Social media data can give us great insights – how public opinion is forming and changing, how issues are breaking, activity and behaviour patterns, the way messages are being received by consumers.
It’s easy to think that social media offers up an unlimited treasure trove of accurate data. But currently, the raw data from most social media platforms has some serious limitations if taken purely on their own merits, without applying human intelligence to interpret it.
Geotargeting data, for example, can be unreliable and lead to wastage, as people connect via a proxy or VPN (do you know where your local coffee shop’s internet connection routes through?) that could show them as being in California when they’re actually in Clapham.
Data volumes are limited, too: you can only access data through some platforms for a limited number of years which means you’re only ever seeing a sample.
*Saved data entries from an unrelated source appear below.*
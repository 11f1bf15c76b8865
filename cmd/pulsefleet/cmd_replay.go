package main

import (
	"context"
	"errors"
	"fmt"
	"github.com/pulsefleet/pulsefleet/internal/caution"
	"io"
	"io/fs"
	"os"
	"time"

	"github.com/pulsefleet/pulsefleet/alarms"
	"github.com/pulsefleet/pulsefleet/internal/participants"
	"github.com/pulsefleet/pulsefleet/internal/profiles"
)

const replaySummary = `Replay a recorded trend through an alarm profile and list the announced episodes.

Input (--in, "-" for stdin): CSV t_s,device,spo2_pct,pulse_bpm,pi_pct,sqi with a
header; empty cells are missing values; device may be empty for one stream.
Output (--out, default stdout): device,condition,priority,onset_s,announced_s,
escalated_s,ended_s,min_spo2_pct, one row per announced episode, by announced_s.
--profile is a profile file or a built-in profile name (adult-ward-pilot,
home-overnight).

--indices FILE (or - for stdout when --out is a file) adds a per-device
desaturation summary: events and ODI at drops of 3 and 4 points, T90 (% of
time with SpO2 < 90 %) and valid hours. Denominator: valid recording time
(time covered by samples with a valid SpO2, gaps over 5 s excluded), not
sleep time, which pulsefleet does not know (Whenn et al. 2024: the choice
moves ODI by about 21 %). Events: drop below the highest valid SpO2 of the
last --odi-baseline, lasting --odi-min-duration, ending when the drop is
under 1 point less than the depth.

--participant PID replays only the rows whose participant column is PID (the
stitched history that "trend --participant" and "export --format csv" write),
and --indices then gives one row per participant-night and device:
participant,night,night_from,night_to,device,valid_hours,... A night is the
local-time window --night (default 22:00-07:00, a team choice) in time zone
--tz (IANA name, default UTC), named by the local date it starts on; samples
outside every night are not scored. A prototype and a reference oximeter worn
at once are scored separately, never mixed.

Research tool, not a certified medical alarm.`

// replayOptions are the flags of `pulsefleet replay`.
type replayOptions struct {
	profile, in, out, indices string
	odiBaseline, odiMin       time.Duration
	participant, night, tz    string
}

func init() {
	register(command{
		name:    "replay",
		summary: replaySummary,
		run: func(ctx context.Context, args []string, s stdio) error {
			var o replayOptions
			fs := newFlagSet("replay", "--profile FILE|NAME --in TREND.csv [--out EPISODES.csv] [--indices FILE|-]", s.err)
			fs.StringVar(&o.profile, "profile", "", "alarm profile: a YAML file or a built-in name (required)")
			fs.StringVar(&o.in, "in", "", "trend CSV file, - for stdin (required)")
			fs.StringVar(&o.out, "out", "-", "episodes CSV file, - for stdout")
			fs.StringVar(&o.indices, "indices", "", "also write the per-device desaturation summary (ODI 3/4 %, T90, valid hours) to this file, - for stdout")
			fs.DurationVar(&o.odiBaseline, "odi-baseline", alarms.DefaultBaseline, "indices: running-baseline window")
			fs.DurationVar(&o.odiMin, "odi-min-duration", 10*time.Second, "indices: shortest desaturation counted (common practice, from memory)")
			fs.StringVar(&o.participant, "participant", "", "replay only this participant's rows (participant column); --indices per participant-night")
			fs.StringVar(&o.night, "night", participants.DefaultNight, "with --participant: the local-time window of a night, HH:MM-HH:MM")
			fs.StringVar(&o.tz, "tz", "UTC", "with --participant: time zone of --night, an IANA name such as Europe/Berlin")
			if err := parseFlags(fs, args); err != nil {
				return err
			}
			switch {
			case o.profile == "":
				return usagef("--profile is required")
			case o.in == "":
				return usagef("--in is required")
			case o.indices == "-" && o.out == "-":
				return usagef("--indices -: stdout already carries the episodes; give --out FILE")
			case o.odiBaseline < 10*time.Second || o.odiBaseline > 10*time.Minute:
				return usagef("--odi-baseline %v, want in [10s, 10m]", o.odiBaseline)
			case o.odiMin < 0 || o.odiMin > 10*time.Minute:
				return usagef("--odi-min-duration %v, want in [0, 10m]", o.odiMin)
			}
			if o.participant != "" {
				if err := participants.CheckID("--participant", o.participant); err != nil {
					return usagef("%v", err)
				}
			}
			return runReplay(o, s)
		},
	})
}

// loadProfileArg reads a profile file, or a built-in profile when no file
// of that name exists.
func loadProfileArg(arg string) (*alarms.Profile, error) {
	p, err := alarms.LoadProfile(arg)
	if errors.Is(err, fs.ErrNotExist) {
		if b, berr := profiles.Get(arg); berr == nil {
			return b, nil
		}
		return nil, fmt.Errorf("profile %q: no such file and no built-in profile of that name (built-in: %v)", arg, profiles.Names())
	}
	return p, err
}

func runReplay(o replayOptions, s stdio) error {
	p, err := loadProfileArg(o.profile)
	if err != nil {
		return err
	}
	var in io.Reader = s.in
	if o.in != "-" {
		f, err := os.Open(o.in)
		if err != nil {
			return fmt.Errorf("open trend: %w", err)
		}
		defer f.Close()
		in = f
	}
	var win participants.NightWindow
	if o.participant != "" {
		loc, err := time.LoadLocation(o.tz)
		if err != nil {
			return usagef("--tz %q: %v (want an IANA name such as Europe/Berlin)", o.tz, err)
		}
		if win, err = participants.ParseNight(o.night, loc); err != nil {
			return usagef("--%v", err)
		}
		var n int
		if in, n, err = participantRows(in, o.in, o.participant); err != nil {
			return err
		}
		if n == 0 {
			return fmt.Errorf("%s: no row of participant %s", o.in, o.participant)
		}
	}
	trends, err := alarms.ReadTrendCSV(in)
	if err != nil {
		return fmt.Errorf("%s: %w", o.in, err)
	}
	eps, err := alarms.ReplayTrends(p, trends)
	if err != nil {
		return err
	}
	if err := writeTo(o.out, s.out, func(w io.Writer) error {
		return withCaution(w, func() error { return alarms.WriteEpisodesCSV(w, eps) })
	}); err != nil {
		return err
	}
	if o.indices == "" {
		return nil
	}
	iopt := alarms.IndexOptions{Baseline: o.odiBaseline, MinDuration: o.odiMin, Hysteresis: 1}
	if o.participant != "" {
		nrows, err := participantNightIndices(o.participant, trends, win, iopt)
		if err != nil {
			return err
		}
		return writeTo(o.indices, s.out, func(w io.Writer) error {
			return withCaution(w, func() error { return writeNightIndices(w, nrows, win) })
		})
	}
	rows, err := alarms.TrendIndices(trends, iopt)
	if err != nil {
		return err
	}
	return writeTo(o.indices, s.out, func(w io.Writer) error {
		return withCaution(w, func() error { return alarms.WriteIndicesCSV(w, rows) })
	})
}

// withCaution writes the caution comment line, then what write writes
// (docs/contracts.md, "The caution on every output").
func withCaution(w io.Writer, write func() error) error {
	if err := caution.WriteComment(w); err != nil {
		return err
	}
	return write()
}

// writeTo writes to stdout for "-", else creates the file.
func writeTo(path string, stdout io.Writer, write func(io.Writer) error) error {
	if path == "-" {
		return write(stdout)
	}
	f, err := os.Create(path)
	if err != nil {
		return fmt.Errorf("create %s: %w", path, err)
	}
	if err := write(f); err != nil {
		f.Close()
		return fmt.Errorf("%s: %w", path, err)
	}
	if err := f.Close(); err != nil {
		return fmt.Errorf("close %s: %w", path, err)
	}
	return nil
}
Each network has a demographic – and even a political – skew, which means you could be benchmarking against data that has an inherent bias.
Accessing data through social analytics tools can be more accurate, if they store (and segment) data over longer periods of time, but even then you could be analysing what is effectively a subset of a data set. And we know that, at the moment at least, sentiment analysis is notoriously inaccurate.
But the volumes of data you can get from social media still make this a worthwhile source of information. If you know and understand its limitations, you can make allowances in the insights you produce from that data. To do that, you need a human analyst to check for inconsistencies that might show, for example, whether information has been faked. That might be because it relates to contentious or politically charged subject matters where it might not be in someone’s interest to give real information (people’s voting intentions, for example). So in some ways, inaccuracies and misinformation in social media data actually reflect the society we live in.
Ultimately, we have to recognise social media data as a sample, not an end in itself. If we understand its role and context, and use it as part of a bigger data set, drawn from different sources, it can be hugely valuable. What’s clear is that we need human intelligence to interpret it, with all its flaws, and extract meaningful insight.